None of their approaches worked nearly as well — for often predictable reasons. As a case in point, Roy D. Chapin learned the hard way that you can’t directly compete with the Big Three with trendy styling if you are too small to afford frequent sheetmetal changes. Particularly when you spread your meager resources across too many platforms and nameplates.
Chapin was convinced that the Rambler’s image was hopelessly obsolete so he replaced it with the Hornet. But even though it had a swoopy new design (e.g., bellbottom wheel cutouts!) and was introduced during a recession, initially the Hornet sold only marginally better. Meanwhile, Chrysler’s Rambleresque compacts took off in sales.
The main problem with Romney’s strategy was that he didn’t recognize the potential of European-style performance features. It wouldn’t have taken much to significantly improve the Rambler’s handling and braking. Add an overhead cam six, a decent four-speed and the Rambler could have developed a cult following as the poor man’s Mercedes.
I have often wondered if Romney’s success was really just fortuitous timing. Romney pitched small cars and built the company to provide just that. The approach would probably not have worked in the 1946-55 era, as Mason’s compact Ramblers were not selling all that wonderfully. The approach also would certainly not have worked in the 1964-71 period. Foreign producers like VW and later Toyota/Datsun had the small stuff locked up, and the Big 3 were everywhere else. 1956-62 was a unique time when sales of larger, upper-end stuff was hit hard and everyone was racing for a position at the low end of the market.
To have succeeded in the 1960s would have required an organization that was more forward-thinking and risk-taking than had been the case at Nash/AMC, which was a very conservative organization.
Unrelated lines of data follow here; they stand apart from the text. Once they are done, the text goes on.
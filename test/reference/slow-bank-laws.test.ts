import { describe, expect, it } from 'vitest';
import type { ModuleParameters } from '../../src/study/study.js';
import { bankOf } from './bank-of.js';
import { referenceBanks } from './banks.js';
import { bareModule, noLeads, straightTable } from './bare-module.js';
import { segmentOf } from './duties.js';
import { simulateSlowBank } from './slow-bank.js';

const EXACT = { stepS: 10, nodeLeakS: 0 };

describe('a cell of the slow rewrite', () => {
  /** One module through segments; its states at the given hours. */
  const follow = (module: ModuleParameters, segments: Parameters<typeof segmentOf>[], hours: number[]) => {
    const cycles = [segments.map((segment) => segmentOf(...segment))];
    const ocvTables = [straightTable(3, 0.4)];
    const limitless = { limitA: 1000, absorptionV: 1e5, tailA: 0, tailHoldS: 1, absorptionS: null, floatV: null };
    const charger = { ...limitless, restart: 'each-cycle' as const, restartV: 0 };
    const bank = bankOf('cell', { modules: [[module]], cycles, ocvTables, leads: noLeads(1), charger });
    const run = simulateSlowBank(bank, { ...EXACT, sampleTimesS: hours.map((hour) => 3600 * hour) });
    return run.samples.map(({ modules: [{ chargeFraction, cellV }] }) => ({
      charge: chargeFraction[0],
      aboveOcvV: cellV[0] - 3 - 0.4 * chargeFraction[0],
    }));
  };

  it('follows the one-state hysteresis', () => {
    // G. L. Plett, Battery Management Systems vol. 1 (2015), ch. 2, worked: from 0 with x = |I gamma dt / Q| = 1 of
    // discharge h = exp(-1) - 1; from +1 with x = 2 h = 2 exp(-2) - 1; at rest unchanged. 50 A x 60 / 100 Ah: x = 30 t.
    const module = bareModule('m', { hysteresisV: 1, hysteresisRate: 60, arrivalCharge: [0.2] });
    const discharge = { loadA: 50 };
    const charge = { loadA: 0, chargeW: null };
    const fromZero = follow(module, [[1, discharge]], [1 / 30]);
    expect(fromZero[0].aboveOcvV).toBeCloseTo(-0.632121, 5);
    const h = follow(module, [[0.08, charge], [1 / 15, discharge], [10]], [0.08 + 1 / 15, 10]);
    expect(h[0].aboveOcvV).toBeCloseTo(-0.729329, 5);
    expect(h[1].aboveOcvV).toBeCloseTo(-0.729329, 5);
  });

  it('polarises towards I R and relaxes, and drops I R0 at once', () => {
    // By hand: v(t) = I R (1 - exp(-t / tau)); I = -50 A, R0 1 mOhm, R 2 mOhm, tau 600 s.
    const pairs = [{ timeConstantS: 600, resistanceOhm: [0.002] }];
    const module = bareModule('m', { resistanceOhm: [0.001], polarisation: pairs });
    const v = follow(module, [[0.5, { loadA: 50 }], [1]], [0, 0.25, 0.75]);
    expect(v[0].aboveOcvV).toBeCloseTo(-0.05, 9);
    expect(v[1].aboveOcvV).toBeCloseTo(-0.05 - 0.1 * (1 - Math.exp(-1.5)), 9);
    expect(v[2].aboveOcvV).toBeCloseTo(-0.1 * (1 - Math.exp(-3)) * Math.exp(-1.5), 9);
  });

  it('counts efficiency on charge only, leakage always, and standby before both', () => {
    // By hand, per hour of 100 Ah: charge (0.98 (10 - 0.5) - 0.2) / 100, rest -0.7 / 100, discharge -(10.7) / 100.
    const module = bareModule('m', { efficiency: [0.98], leakageA: [0.2], standbyA: 0.5 });
    const bank = bankOf('count', {
      modules: [[module]],
      cycles: [[segmentOf(1, { chargeW: null })], [segmentOf(1)], [segmentOf(1, { loadA: 10 })]],
      ocvTables: [straightTable(3, 0.4)],
      charger: {
        limitA: 10,
        absorptionV: 100,
        tailA: 0,
        tailHoldS: 1,
        absorptionS: null,
        floatV: null,
        restart: 'each-cycle',
        restartV: 0,
      },
    });
    const z = simulateSlowBank(bank, EXACT).cycleEndCharge.map(([cell]) => cell);
    expect(z[0]).toBeCloseTo(0.5 + (0.98 * 9.5 - 0.2) / 100, 10);
    expect(z[1] - z[0]).toBeCloseTo(-0.007, 10);
    expect(z[2] - z[1]).toBeCloseTo(-0.107, 10);
  });
});

describe('two batteries in parallel', () => {
  // tau = (R1+R2)/alpha Q1 Q2/(Q1+Q2), dz_inf = (I/alpha)(R1 Q1 - R2 Q2)/(Q1+Q2), I1 = (alpha dz + R2 I)/(R1+R2),
  // derived by hand; Brand et al., J. Power Sources 334 (2016) 202, give the same laws. Columns: Q1, Q2, R1, R2 mOhm,
  // alpha V, I A, first dz, hours, then dz and I1.
  it.each([
    [100, 90, 10, 12, 0.4, 100, 0, 0, 0, 54.54545455],
    [100, 90, 10, 12, 0.4, 100, 0, 1, -0.03355352, 53.93539046],
    [100, 90, 10, 12, 0.4, 100, 0, 1.5, -0.04607592, 53.7077105],
    [100, 100, 10, 12, 0.4, 100, 0, 1, -0.07621402, 53.15974513],
    [100, 100, 10, 10, 0.4, 0, 0.1, 1, 0.067032, 1.34064009],
    [100, 90, 10, 12, 4, 100, 0, 1, -0.0102997, 52.67278156],
  ])('share as the closed form says: %d/%d Ah, %d/%d mOhm, slope %d V, %d A, dz %d, %d h', (...row) => {
    const [q1, q2, r1, r2, slopeV, loadA, dz0, hours, dz, i1] = row;
    const module = (id: string, q: number, mOhm: number, z: number) =>
      bareModule(id, { capacityAh: [q], pathResistanceOhm: mOhm / 1000, arrivalCharge: [z] });
    const bank = bankOf('pair', {
      modules: [[module('a', q1, r1, 0.9 + dz0)], [module('b', q2, r2, 0.9)]],
      cycles: [[segmentOf(2, { loadA })]],
      ocvTables: [straightTable(12, slopeV)],
      leads: noLeads(2),
    });
    const run = simulateSlowBank(bank, { ...EXACT, sampleTimesS: [3600 * hours] });
    const [first, second] = run.samples[0].modules;
    expect(first.chargeFraction[0] - second.chargeFraction[0]).toBeCloseTo(dz, 8);
    expect(-first.currentA).toBeCloseTo(i1, 6);
  });
});

describe('two strings of two', () => {
  const modules = [
    [bareModule('lower-1', { pathResistanceOhm: 0.012 }), bareModule('upper-1', { pathResistanceOhm: 0.01 })],
    [bareModule('lower-2', { pathResistanceOhm: 0.01 }), bareModule('upper-2', { pathResistanceOhm: 0.012 })],
  ];
  const at100A = (wiring: 'strings' | 'cross-linked', linkOhm: number) => {
    const bank = bankOf('square', {
      modules,
      cycles: [[segmentOf(1, { loadA: 100 })]],
      ocvTables: [straightTable(12, 0.4)],
      leads: noLeads(2),
      wiring,
      linkOhm,
    });
    return simulateSlowBank(bank, { ...EXACT, sampleTimesS: [0] }).samples[0];
  };

  it('carry equal currents at the bus of two strings, 11 mOhm together', () => {
    // By hand: 22 mOhm each; bus 24.4 - 100 x 0.011.
    const { modules: currents, busV } = at100A('strings', 0.001);
    for (const { currentA } of currents) expect(currentA).toBeCloseTo(-50, 9);
    expect(busV).toBeCloseTo(24.4 - 1.1, 9);
  });

  // By hand: by symmetry the 10 mOhm modules carry x and the others 100 - x; around the midpoints
  // 12 (100 - x) - 10 x = r (2 x - 100), so x = (1200 + 100 r) / (22 + 2 r) with r in mOhm.
  it.each([
    [1e-9, 54.545455, 9.090909],
    [0.001, 54.166667, 8.333333],
    [0.01, 52.380952, 4.761905],
    [0.1, 50.45045, 0.900901],
  ])('share by the link when tied by %d Ohm', (linkOhm, largerA, linkA) => {
    const [lower1, upper1, lower2, upper2] = at100A('cross-linked', linkOhm).modules.map((module) => -module.currentA);
    expect(upper1).toBeCloseTo(largerA, 5);
    expect(lower2).toBeCloseTo(largerA, 5);
    expect(upper2).toBeCloseTo(100 - largerA, 5);
    expect(lower1).toBeCloseTo(100 - largerA, 5);
    expect(upper1 - lower1).toBeCloseTo(linkA, 5);
  });
});

describe('currents of the reference banks', () => {
  it('sum to the bank current at every position', () => {
    for (const bank of referenceBanks()) {
      const sampleTimesS = Array.from({ length: 24 }, (_, i) => 900 * i);
      const oneCycle = { ...bank, cycles: bank.cycles.slice(0, 1) };
      const run = simulateSlowBank(oneCycle, { stepS: 60, nodeLeakS: 0, sampleTimesS });
      expect(run.samples.length).toBeGreaterThan(5);
      for (const { modules, bankA } of run.samples) {
        for (const { position } of modules) {
          // Links carry current between strings, hence the sum over strings.
          const sum = modules.filter((m) => m.position === position).reduce((total, m) => total + m.currentA, 0);
          expect(Math.abs(sum - bankA)).toBeLessThan(1e-6);
        }
      }
    }
  });
});
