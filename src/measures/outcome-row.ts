/** One instance of one candidate: what was drawn, its measures and its values at checkpoints, null where one does not apply. */
export interface OutcomeRow {
  /** From 1; 0 is the twin. */
  readonly instance: number;
  /** In the order of the columns of the candidate's outcomes. */
  readonly values: readonly (number | null)[];
}
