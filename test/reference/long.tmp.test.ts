import { appendFileSync } from 'node:fs';
import { it } from 'vitest';
import { referenceBanks } from './banks.js';
import { chargeDifference, compareEvents } from './contract.js';
import { repeated } from './duties.js';
import { simulateSlowBank } from './slow-bank.js';

it('x', () => {
  for (const bank of referenceBanks().filter((b) => b.name === '2s2p-strings' || b.name === '2s2p-cross-linked')) {
    const long = { ...bank, cycles: repeated(bank.cycles[0], 180) };
    const t = process.cpuUsage();
    const a = simulateSlowBank(long, { stepS: 60, fineStepS: 5 });
    const ca = process.cpuUsage(t).user / 1e6;
    const b = simulateSlowBank(long, { stepS: 10, fineStepS: 2 });
    const d = chargeDifference(a.cycleEndCharge, b.cycleEndCharge);
    const e = compareEvents(a.events, b.events, b.segmentStartS);
    appendFileSync(
      '/tmp/long.txt',
      `${bank.name} cpu ${ca} ${[0, 9, 29, 59, 119, 179].map((i) => d[i].toExponential(1))} ${e.timeS} ${e.ofTolerance} ${e.faults.length} ${a.events.length}\n`,
    );
  }
}, 3600000);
This generation of Rambler American (which would have started development during Romney’s tenure) was much more like the thoroughly conventional Falcon than like the more radical Corvair, or even Valiant.
My read is that Romney rode the horse he had and got lucky that the market came his way for a time. Had Romney stayed around for another 5 years, I doubt that he would be as fondly recalled for his AMC management as he is now.
I’m convinced of that (Romney’s fortuitous timing). AMC was fundamentally and inevitably screwed, from the early fifties on. They were a Studebaker waiting to happen. They had no serious long-term chance against the Big Three. Any niche that they would have exploited successfully, the Big Three (and imports) would have been on it within a few years, and with lower unit costs.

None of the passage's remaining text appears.